The tenant sought damages on the basis of misrepresentation by the landlord in its Replies to Enquiries. The landlord sought to avoid liability on the basis of a “non-reliance” clause in the lease, which provided that, in entering into the lease, the tenant had not relied on any statement or representations made by or on behalf of the landlord.
The court agreed with the tenant that the non-reliance provision could not save the landlord as it was not “reasonable” within the meaning of section 3 of the Misrepresentation Act 1967. The court acknowledged the particular and well-recognised importance of pre-contractual enquiries in the conveyancing world and held that to permit a seller or landlord to exclude reliance by a tenant on pre-contract enquiries from a property contract would be to render the regime of pre-contract enquiries “a worthless, and indeed positively misleading exercise”. The non-reliance clause was not reasonable and could not operate.
The landlord was required to pay the tenant’s costs of the asbestos remedial work of just over £350,000 plus VAT. The tenant’s costs of finding alternative warehouse accommodation were also allowed, though the amount was subject to further argument as there was to be some reduction due to delay by the tenant in starting remedial works.

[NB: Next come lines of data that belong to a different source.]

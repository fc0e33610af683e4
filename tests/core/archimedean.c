/* Archimedean copulas in many dimensions against their generators at many digits. */
#include "asked.h"

#include "../../src/archimedean.h"

#include <float.h>
#include <gsl/gsl_errno.h>

/* archimedean_points.csv, written by copula_points.py with mpmath at 400 digits. Numbers that are
 * tiny differences of large ones lose what their doubles do not hold: clayton with theta = 1e-9
 * stands near the density 1. */
static void published_points(void **state)
{
    (void)state;
    struct csv *t = csv_read("archimedean_points.csv");
    for (size_t i = 0; i < t->rows; i++) {
        struct sample_copula s;
        double u[20], theta = csv_number(t, i, "theta"), most = csv_number(t, i, "tolerance");
        size_t d = numbers_in(csv_text(t, i, "u"), u);
        copula *c = one_parameter(&s, csv_text(t, i, "family"), d, theta);
        assert_close(ask(c, CDF, u), csv_number(t, i, "C"), most);
        assert_within(ask(c, LOG_DENSITY, u), csv_number(t, i, "log_density"), most);
        assert_close(ask(c, CONDITIONAL, u), csv_number(t, i, "conditional"), most);
    }
    assert_int_equal(t->rows, 104);
    csv_free(t);
}

/* What rounding may leave: log t is given to the last bit but one, so that t^order and what is
 * exponential in t^(1/theta) for gumbel, in t for the others, are off by that; near independence
 * frank has sums of (theta exp(-t))^k over theta. */
static double rounding(const char *word, double theta, double order, double log_t)
{
    double log_x = strcmp(word, "gumbel") ? log_t : log_t / theta;
    double of_power = order * (4 + fabs(log_t) + log(order)), near = 0;
    if (!strcmp(word, "frank")) near = fmax(0, -log(theta));
    return DBL_EPSILON * (of_power + exp(log_x) * (1 + fabs(log_x)) + near);
}

/* generator_derivatives.csv, by Cauchy's integral with mpmath: orders to 2049, from t = 1e-300 to
 * that of every column at 1e-300, parameters near independence and near perfect dependence */
static void published_derivatives(void **state)
{
    (void)state;
    struct csv *t = csv_read("generator_derivatives.csv");
    for (size_t i = 0; i < t->rows; i++) {
        char what[100];
        pool p = { 0 };
        void *prepared = NULL;
        const char *word = csv_text(t, i, "family");
        const struct generator *g = family_named(word)->generator;
        double theta = csv_number(t, i, "theta"), log_t = csv_number(t, i, "log_t");
        double want = csv_number(t, i, "log_derivative"), n = csv_number(t, i, "order");
        assert_int_equal(g->prepare(theta, (size_t)n, &p, &prepared), OK);
        snprintf(what, sizeof what, "%s %g, order %g, log t %g", word, theta, n, log_t);
        close_or_fail(g->log_derivative(prepared, (size_t)n, log_t, theta), want,
                      rounding(word, theta, n, log_t) + DBL_EPSILON * fabs(want), what,
                      __FILE__, __LINE__);
        pool_empty(&p);
    }
    assert_int_equal(t->rows, 963);
    csv_free(t);
}

/* What is kept from one question to the next changes no answer, whatever was asked before. */
static void any_sequence(void **state)
{
    (void)state;
    static const size_t orders[] = { 4000, 2049, 2060, 2, 2060, 2048, 2061, 3000 };
    const struct generator *g = family_named("gumbel")->generator;
    pool p = { 0 };
    void *kept = NULL;
    assert_int_equal(g->prepare(2, 4000, &p, &kept), OK);
    for (size_t i = 0; i < 48; i++) {
        pool once = { 0 };
        void *fresh = NULL;
        double log_t = log(i % 5 < 3 ? 4e8 : 25);
        size_t order = orders[i * 5 / 3 % 8];
        assert_int_equal(g->prepare(2, 4000, &once, &fresh), OK);
        assert_same(g->log_derivative(kept, order, log_t, 2),
                    g->log_derivative(fresh, order, log_t, 2));
        pool_empty(&once);
    }
    pool_empty(&p);
}

/* clayton with theta = 1: 1/(1/u_1 + ... + 1/u_d - d + 1), whose derivatives are elementary */
static void many_columns(void **state)
{
    (void)state;
    enum { D = 50 };
    struct sample_copula s;
    copula *c = one_parameter(&s, "clayton", D, 1);
    double u[D], sum = 1 - (double)D, log_density = 0;
    for (size_t j = 0; j < D; j++) {
        u[j] = ((double)j + 0.5) / D;
        sum += 1 / u[j];
        log_density += log((double)j + 1) - 2 * log(u[j]);
    }
    assert_close(ask(c, CDF, u), 1 / sum, 1e-13);
    assert_within(ask(c, LOG_DENSITY, u), log_density - (D + 1) * log(sum), 1e-11);
}

/* clayton with theta = 2 at u = v: C^-2 = 2 u^-2 - 1, so that C is u/sqrt(2) where u is tiny, and
 * given U = u the probability is (C/u)^3 */
static void near_zero(void **state)
{
    (void)state;
    struct sample_copula s;
    copula *c = one_parameter(&s, "clayton", 2, 2);
    static const double us[] = { 1e-300, 1e-200, 1e-12 };
    for (int k = 0; k < 3; k++) {
        assert_close(ask_pair(c, CDF, us[k], us[k]), us[k] / sqrt(2), 1e-12);
        assert_close(ask_pair(c, CONDITIONAL, us[k], us[k]), pow(2, -1.5), 1e-12);
        double want = log(3) + 5 * log(us[k] / sqrt(2)) - 6 * log(us[k]);
        assert_within(ask_pair(c, LOG_DENSITY, us[k], us[k]), want, 1e-12);
    }
}

/* Independence in disguise: frank, clayton at 0, gumbel and joe at 1 */
static void independence(void **state)
{
    (void)state;
    const struct { const char *word; double theta; } any[] = {
        { "frank", 0 }, { "clayton", 0 }, { "gumbel", 1 }, { "joe", 1 }
    };
    for (size_t k = 0; k < 4; k++)
        for (size_t d = 2; d <= 20; d += 6) {
            struct sample_copula s;
            copula *c = one_parameter(&s, any[k].word, d, any[k].theta);
            double u[20], product = 1;
            for (size_t j = 0; j < d; j++) product *= u[j] = ((double)j + 0.7) / 21;
            assert_close(ask(c, CDF, u), product, 1e-12);
            assert_within(ask(c, LOG_DENSITY, u), 0, 1e-12);
            assert_close(ask(c, CONDITIONAL, u), u[d - 1], 1e-12);
        }
}

enum { MANY = 300 };

static void there_and_back(const copula *c, bool independent, const double *w)
{
    struct evaluation e;
    pool p = { 0 };
    double u[MANY], back[MANY], log_density;
    assert_int_equal(evaluation_of(c, &e, &p), OK);
    assert_int_equal(from_conditional_at(&e, w, u), OK);
    assert_int_equal(conditional_at(&e, u, back), OK);
    assert_int_equal(log_density_at(&e, u, &log_density), OK);
    if (independent) assert_within(log_density, 0, 1e-4);
    for (size_t j = 0; j < MANY; j++) {
        close_or_fail(back[j], w[j], 1e-10, c->family->word, __FILE__, __LINE__);
        if (independent) assert_within(u[j], w[j], 1e-6);
    }
    pool_empty(&p);
}

/* Both transforms are inverse in 300 columns, and next to independence change nothing. */
static void transforms_of_many(void **state)
{
    (void)state;
    static const struct { const char *word; double theta; bool independent; } any[] = {
        { "gumbel", 1 + 1e-9, true }, { "gumbel", 1.3, false }, { "gumbel", 4, false },
        { "frank", 1e-9, true }, { "frank", 3, false }, { "frank", 30, false },
        { "joe", 1 + 1e-9, true }, { "joe", 1.5, false }, { "joe", 5, false },
        { "clayton", 1e-9, true }, { "clayton", 2, false },
    };
    uint64_t r = 24;
    for (size_t k = 0; k < sizeof any / sizeof *any; k++)
        for (size_t i = 0; i < effort(3); i++) {
            struct sample_copula s;
            double w[MANY];
            for (size_t j = 0; j < MANY; j++) w[j] = random_uniform(&r);
            there_and_back(one_parameter(&s, any[k].word, MANY, any[k].theta),
                           any[k].independent, w);
        }
}

/* Where theta has left nothing but the upper bound min(u, v) (Nelsen 2006, chapter 4) the columns
 * are the same, whatever w. */
static void upper_bound(void **state)
{
    (void)state;
    static const char *const words[] = { "clayton", "gumbel", "frank", "joe" };
    for (int k = 0; k < 24; k++) {
        struct sample_copula s;
        const double theta = pow(10, 15 + k / 4 % 3);
        const double w[3] = { k < 12 ? 0.3 : 0.999, k % 2 ? 0.9 : 1e-3, 0.5 };
        for (size_t d = 2; d <= 3; d++)
            assert_within(ask(one_parameter(&s, words[k % 4], d, theta), FROM_CONDITIONAL, w), w[0],
                          3e-14);
    }
}

/* Rotation by 180 in three dimensions is the sum over all subsets, written out. */
static void survival(void **state)
{
    (void)state;
    struct sample_copula s;
    copula *c = one_parameter(&s, "gumbel", 3, 2);
    const double u[3] = { 0.4, 0.6, 0.7 }, v[3] = { 1 - u[0], 1 - u[1], 1 - u[2] };
    double triple = ask(c, CDF, v), pairs = 0;
    for (int j = 0; j < 3; j++)
        pairs += exp(-hypot(log(v[j]), log(v[(j + 1) % 3])));
    c->rotation = 180;
    assert_within(ask(c, CDF, u), 1 - v[0] - v[1] - v[2] + pairs - triple, 1e-15);
}

static void every_take_can_fail(void **state)
{
    (void)state;
    static const char *const words[] = { "clayton", "gumbel", "frank", "joe" };
    for (int k = 0; k < 8; k++)
        for (size_t fail_at = 1;; fail_at++) {
            struct sample_copula s;
            struct evaluation e;
            pool p = { .fail_at = fail_at };
            copula *c = one_parameter(&s, words[k / 2], k % 2 ? 2100 : 3, 2);
            status got = evaluation_of(c, &e, &p);
            bool failed = p.taken >= fail_at;
            pool_empty(&p);
            assert_int_equal(got, failed ? NO_MEMORY : OK);
            if (!failed) break;
        }
}

int main(void)
{
    gsl_set_error_handler_off();
    const struct CMUnitTest tests[] = {
        cmocka_unit_test(published_points), cmocka_unit_test(published_derivatives),
        cmocka_unit_test(any_sequence),
        cmocka_unit_test(many_columns), cmocka_unit_test(near_zero), cmocka_unit_test(independence),
        cmocka_unit_test(transforms_of_many), cmocka_unit_test(upper_bound),
        cmocka_unit_test(survival), cmocka_unit_test(every_take_can_fail),
    };
    return cmocka_run_group_tests(tests, NULL, NULL);
}
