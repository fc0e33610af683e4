/* The normal distribution function and its inverse against the system's long double erfc. */
#include "table.h"

#include "../../src/normal.h"

static long double exact_probability(long double x)
{
    return 0.5L * erfcl(-x / 1.41421356237309504880168872420969808L);
}

/* the quantile of u by Newton's steps from a start that is nearly there */
static long double exact_quantile(double u, double start)
{
    long double x = start;
    for (int k = 0; k < 3; k++)
        x -= (exact_probability(x) - u) / (0.398942280401432677939946059934L * expl(-x * x / 2));
    return x;
}

static void probability_is_close(void **state)
{
    (void)state;
    uint64_t s = 1;
    for (size_t i = 0; i < effort(30000); i++) {
        double x = 14 * random_uniform(&s) - 6;
        assert_close(normal_probability(x), (double)exact_probability(x), 1e-15);
        double y = -38 + 32 * random_uniform(&s);
        if (y > -37.4) assert_close(normal_probability(y), (double)exact_probability(y), 2e-15);
    }
    assert_same(normal_probability(0), 0.5);
    assert_same(normal_probability(-INFINITY), 0.0);
    assert_same(normal_probability(INFINITY), 1.0);
    assert_same(normal_probability(NAN), NAN);
    assert_same(normal_probability(-37.6) > 0 ? 1.0 : 0.0, 1.0);
}

/* As far as the long double erfc goes, and beyond by the bounds of Gordon (1941): Mills' ratio is
 * between x/(1 + x^2) and 1/x. */
static void logarithm_is_close(void **state)
{
    (void)state;
    for (double x = -140; x < 40; x += 0.0371) {
        long double want = x < 0 ? logl(exact_probability(x)) : log1pl(-exact_probability(-x));
        assert_within(normal_log_probability(x), (double)want,
                      2e-14 + 1e-15 * fabs((double)want));
    }
    for (double x = 200; x < 1e100; x *= 1e5) {
        double at = normal_log_probability(-x) + x * x / 2 + log(x) + log(2 * acos(-1)) / 2;
        assert_within(at, -0.5 / (x * x), 0.5 / (x * x) + 1e-15 * x * x);
    }
}

static void quantile_is_close(void **state)
{
    (void)state;
    uint64_t s = 2;
    for (size_t i = 0; i < effort(20000); i++) {
        double u = i % 2 ? random_uniform(&s) : exp(-700 * random_uniform(&s));
        double x = normal_quantile(u);
        long double want = exact_quantile(u, x);
        assert_within(x, (double)want, 2e-15 * fabs((double)want) + 1e-17);
    }
    assert_same(normal_quantile(0), -INFINITY);
    assert_same(normal_quantile(1), INFINITY);
    assert_same(normal_quantile(-0.1), NAN);
    assert_same(normal_quantile(1.1), NAN);
    assert_same(normal_quantile(NAN), NAN);
}

static void quantile_is_odd(void **state)
{
    (void)state;
    uint64_t s = 3;
    for (size_t i = 0; i < effort(20000); i++) {
        double u = random_uniform(&s);
        if (i % 3 == 0) u = ldexp(u, -(int)random_below(&s, 50));
        u = floor(u * 0x1p53) * 0x1p-53;
        if (u > 0) assert_same(normal_quantile(1 - u), -normal_quantile(u));
    }
}

static void many_at_a_time(void **state)
{
    (void)state;
    uint64_t s = 4;
    for (size_t k = 0; k < effort(50); k++) {
        double u[ROWS_AT_ONCE], z[ROWS_AT_ONCE], p[ROWS_AT_ONCE];
        for (int i = 0; i < ROWS_AT_ONCE; i++) u[i] = random_uniform(&s);
        if (k % 2) u[7] = 0x1p-53, u[8] = 1 - 0x1p-53, u[9] = 1e-11, u[10] = 0.075, u[11] = 0.925;
        memcpy(z, u, sizeof z);
        normal_scores_of_rows(z);
        for (int i = 0; i < ROWS_AT_ONCE; i++) assert_same(z[i], normal_quantile(u[i]));
        memcpy(p, z, sizeof p);
        normal_probabilities_of_rows(p);
        for (int i = 0; i < ROWS_AT_ONCE; i++) {
            assert_same(p[i], normal_probability(z[i]));
            assert_close(p[i], u[i], 1e-13);           /* |z|^2 times the error of z */
        }
    }
    double far[ROWS_AT_ONCE] = { -8.3, 8.3, -50, 50, -1e300, 1e300, -8.2, 8.2, 0.0, -0.0 };
    normal_probabilities_of_rows(far);
    for (int i = 0; i < 6; i++) assert_same(far[i], i % 2 ? 1 - 0x1p-53 : 0x1p-53);
    assert_same(far[6], normal_probability(-8.2));
    assert_true(far[7] < 1 && far[7] > 1 - 2e-16);
    assert_same(far[8], 0.5);
    assert_same(far[9], 0.5);
}

/* The bits are fixed: computed once, the same on every machine. */
static void bits_are_fixed(void **state)
{
    (void)state;
    uint64_t sum = 0, s = 5;
    for (int i = 0; i < 20000; i++) {
        double z = normal_quantile(ldexp(random_uniform(&s), -(i % 45)));
        sum = (sum << 7 | sum >> 57) ^ bits_of(z) ^ bits_of(normal_probability(1.7 * z)) << 1;
    }
    assert_true(sum == 0x40183692b8bdd807u);
}

int main(void)
{
    const struct CMUnitTest tests[] = {
        cmocka_unit_test(probability_is_close),
        cmocka_unit_test(logarithm_is_close),
        cmocka_unit_test(quantile_is_close),
        cmocka_unit_test(quantile_is_odd),
        cmocka_unit_test(many_at_a_time),
        cmocka_unit_test(bits_are_fixed),
    };
    return cmocka_run_group_tests(tests, NULL, NULL);
}
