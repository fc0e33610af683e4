/* Tests of src/conjugate.c: A step = -gradient is what it is for. */
#include "table.h"

#include "../../src/conjugate.h"

enum { MOST = 30 };

typedef struct {
    double a[MOST * MOST];
    size_t n, rounds;
} square;

static void multiply(const void *with, const double *h, double *image)
{
    square *s = (square *)with;
    s->rounds++;
    for (size_t i = 0; i < s->n; i++) {
        image[i] = 0;
        for (size_t j = 0; j < s->n; j++) image[i] += s->a[i * s->n + j] * h[j];
    }
}

/* B B' + I for a random B, scaled badly on purpose */
static void make(square *s, uint64_t *state, double *scale)
{
    double b[MOST * MOST];
    s->rounds = 0;
    for (size_t i = 0; i < s->n * s->n; i++) b[i] = random_normal(state);
    for (size_t i = 0; i < s->n; i++) scale[i] = exp(3 * random_normal(state));
    for (size_t i = 0; i < s->n; i++)
        for (size_t j = 0; j < s->n; j++) {
            double sum = i == j;
            for (size_t k = 0; k < s->n; k++) sum += b[i * s->n + k] * b[j * s->n + k];
            s->a[i * s->n + j] = scale[i] * scale[j] * sum;
        }
}

static void the_system_is_solved(void **unused)
{
    (void)unused;
    uint64_t state = 1952;
    for (size_t round = 0; round < effort(100); round++) {
        square s = { .n = 1 + random_below(&state, MOST) };
        double scale[MOST], diagonal[MOST], gradient[MOST], step[MOST], scratch[3 * MOST];
        double image[MOST], size = 0, rest = 0;
        make(&s, &state, scale);
        for (size_t i = 0; i < s.n; i++) {
            diagonal[i] = s.a[i * s.n + i];
            gradient[i] = scale[i] * random_normal(&state);
            size += gradient[i] * gradient[i];
        }
        const linear_system a = { multiply, &s, diagonal, gradient, s.n };
        conjugate_gradients(&a, 1e-8 * sqrt(size), 1000, step, scratch);
        multiply(&s, step, image);
        for (size_t i = 0; i < s.n; i++)
            rest += (image[i] + gradient[i]) * (image[i] + gradient[i]);
        assert_true(sqrt(rest) <= 1e-7 * sqrt(size));
    }
}

/* With a diagonal matrix as its own preconditioner one round is enough. */
static void rounds_are_counted(void **unused)
{
    (void)unused;
    square s = { .n = 2, .a = { 4, 0, 0, 0.01 } };
    const double diagonal[] = { 4, 0.01 }, gradient[] = { 1, 1 };
    double step[2], scratch[6];
    const linear_system a = { multiply, &s, diagonal, gradient, 2 };
    conjugate_gradients(&a, 1e-12, 100, step, scratch);
    assert_int_equal(s.rounds, 1);
    assert_close(step[0], -0.25, 1e-15);
    assert_close(step[1], -100, 1e-14);
    conjugate_gradients(&a, 1e-12, 0, step, scratch);
    assert_same(step[0], 0);
    assert_int_equal(s.rounds, 1);
}

/* Where A is not positive the step stays as it was. */
static void a_matrix_that_is_not_positive(void **unused)
{
    (void)unused;
    square s = { .n = 1, .a = { -1 } };
    const double diagonal[] = { 1 }, gradient[] = { 1 };
    double step[1], scratch[3];
    const linear_system a = { multiply, &s, diagonal, gradient, 1 };
    conjugate_gradients(&a, 1e-12, 100, step, scratch);
    assert_same(step[0], 0);
}

int main(void)
{
    const struct CMUnitTest tests[] = {
        cmocka_unit_test(the_system_is_solved),
        cmocka_unit_test(rounds_are_counted),
        cmocka_unit_test(a_matrix_that_is_not_positive),
    };
    return cmocka_run_group_tests(tests, NULL, NULL);
}
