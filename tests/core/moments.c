/* Tests of src/moments.c against sums taken directly. */
#include "table.h"

#include "../../src/moments.h"

enum { N = 5000 };

static void fill(double *x, uint64_t *random)
{
    for (size_t i = 0; i < N; i++) x[i] = 1e6 + 3 * exp(random_normal(random));
}

static double power_sum(const double *x, double mean, int power)
{
    long double sum = 0;
    for (size_t i = 0; i < N; i++) sum += powl((long double)x[i] - mean, power);
    return (double)sum;
}

/* far from zero, where sums of squares would lose everything, and cut into random blocks */
static void blocks_give_the_whole(void **state)
{
    (void)state;
    uint64_t random = 5;
    static double x[N];
    for (size_t round = 0; round < effort(20); round++) {
        running_moments m = { 0 };
        fill(x, &random);
        for (size_t i = 0; i < N;) {
            size_t n = random_below(&random, 700);
            if (n > N - i) n = N - i;
            moments_add(&m, x + i, n);
            i += n;
        }
        long double sum = 0;
        for (size_t i = 0; i < N; i++) sum += x[i];
        double mean = (double)(sum / N);
        assert_close(m.mean, mean, 1e-15);
        assert_close(m.second, power_sum(x, mean, 2), 1e-10);
        assert_close(m.third, power_sum(x, mean, 3), 1e-9);
        assert_close(m.fourth, power_sum(x, mean, 4), 1e-9);
    }
}

/* 2 4 4 4 5 5 7 9: mean 5, sum of squares 32 */
static void small_sample(void **state)
{
    (void)state;
    const double x[] = { 2, 4, 4, 4, 5, 5, 7, 9 };
    running_moments m = { 0 };
    moments_add(&m, x, 8);
    assert_close(moments_mean(&m).value, 5, 1e-15);
    assert_close(moments_mean(&m).error, sqrt(32.0 / 7 / 8), 1e-15);
    assert_close(moments_sd(&m).value, sqrt(32.0 / 7), 1e-15);
}

/* for normal numbers the error of the sd is sd / sqrt(2 n) (Kendall & Stuart, vol. 1, ch. 10) */
static void error_of_normal_sd(void **state)
{
    (void)state;
    uint64_t random = 8;
    static double x[N];
    running_moments m = { 0 };
    for (int block = 0; block < 40; block++) {
        for (size_t i = 0; i < N; i++) x[i] = 20 * random_normal(&random);
        moments_add(&m, x, N);
    }
    assert_close(moments_sd(&m).error, 20 / sqrt(2.0 * 40 * N), 0.02);
    assert_within(moments_sd(&m).value, 20, 4 * moments_sd(&m).error);
}

/* 0.1 is no sum of powers of two, and three of them do not add up to three times one: that must
 * not make alike numbers vary. */
static void alike_is_alike(void **state)
{
    (void)state;
    static const double of[] = { 0.1, 0.7, 1e-3, 3.3e9, -0.3 };
    for (size_t k = 0; k < 5; k++) {
        static double x[N];
        running_moments m = { 0 };
        for (size_t i = 0; i < N; i++) x[i] = of[k];
        for (size_t n = 1; n < 200; n += 3) moments_add(&m, x, n);
        moments_add(&m, x, N);
        assert_same(m.mean, of[k]);
        assert_same(m.second, 0);
        assert_same(moments_sd(&m).value, 0);
    }
}

/* What is beyond the range of numbers is not known, and not 0. */
static void powers_out_of_range(void **state)
{
    (void)state;
    const double large[] = { 1e80, 2e80, 5e80 }, larger[] = { 1e200, 2e200, 5e200 };
    running_moments m = { 0 }, most = { 0 };
    moments_add(&m, large, 3);
    assert_close(moments_sd(&m).value, sqrt(13.0 / 3) * 1e80, 1e-14);      /* 25/9 + 4/9 + 49/9 */
    assert_true(isnan(moments_sd(&m).error));
    moments_add(&most, larger, 3);
    assert_close(moments_mean(&most).value, 8e200 / 3, 1e-15);
    assert_true(isnan(moments_mean(&most).error));
    assert_true(isnan(moments_sd(&most).value) && isnan(moments_sd(&most).error));
    const double near[] = { 0x1p530, 0x1p530 + 0x1p490, 0x1p530 + 0x1p491 };
    running_moments close = { 0 };
    moments_add(&close, near, 3);
    assert_close(moments_sd(&close).value, 0x1p490, 1e-12);                /* 1 + 0 + 1, by 2 */
}

static void edges(void **state)
{
    (void)state;
    running_moments m = { 0 };
    const double x[] = { 7, 7, 7 };
    moments_add(&m, x, 0);
    moments_add(&m, x, 1);
    assert_same(moments_mean(&m).value, 7);
    assert_true(isnan(moments_mean(&m).error));
    assert_true(isnan(moments_sd(&m).value));
    moments_add(&m, x, 2);
    assert_same(moments_sd(&m).value, 0);
    assert_same(moments_sd(&m).error, 0);
}

int main(void)
{
    const struct CMUnitTest tests[] = {
        cmocka_unit_test(blocks_give_the_whole),
        cmocka_unit_test(small_sample),
        cmocka_unit_test(error_of_normal_sd),
        cmocka_unit_test(alike_is_alike),
        cmocka_unit_test(powers_out_of_range),
        cmocka_unit_test(edges),
    };
    return cmocka_run_group_tests(tests, NULL, NULL);
}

It is to state the obvious that replies to enquiries must be accurate and that a seller is under a duty under the Standard Conditions of Sale to update those replies if matters change before completion. The fact that the landlord had positively asserted that it was not aware of any environmental issues, when in fact by the date of completion it was, was enough to amount to a misrepresentation.
Most property transactions will include an exclusion clause limiting reliance on representations, but allowing replies to enquiries to be relied upon. The landlord’s attempt to exclude reliance on replies to enquiries failed, and this was surely right.
Landlords and sellers should ensure that a tenant or purchaser is notified of any changes in circumstances after Replies to Enquires, and should think twice about attempting to rely on “non-reliance” clauses that might be deemed unreasonable if placed under the court’s close scrutiny.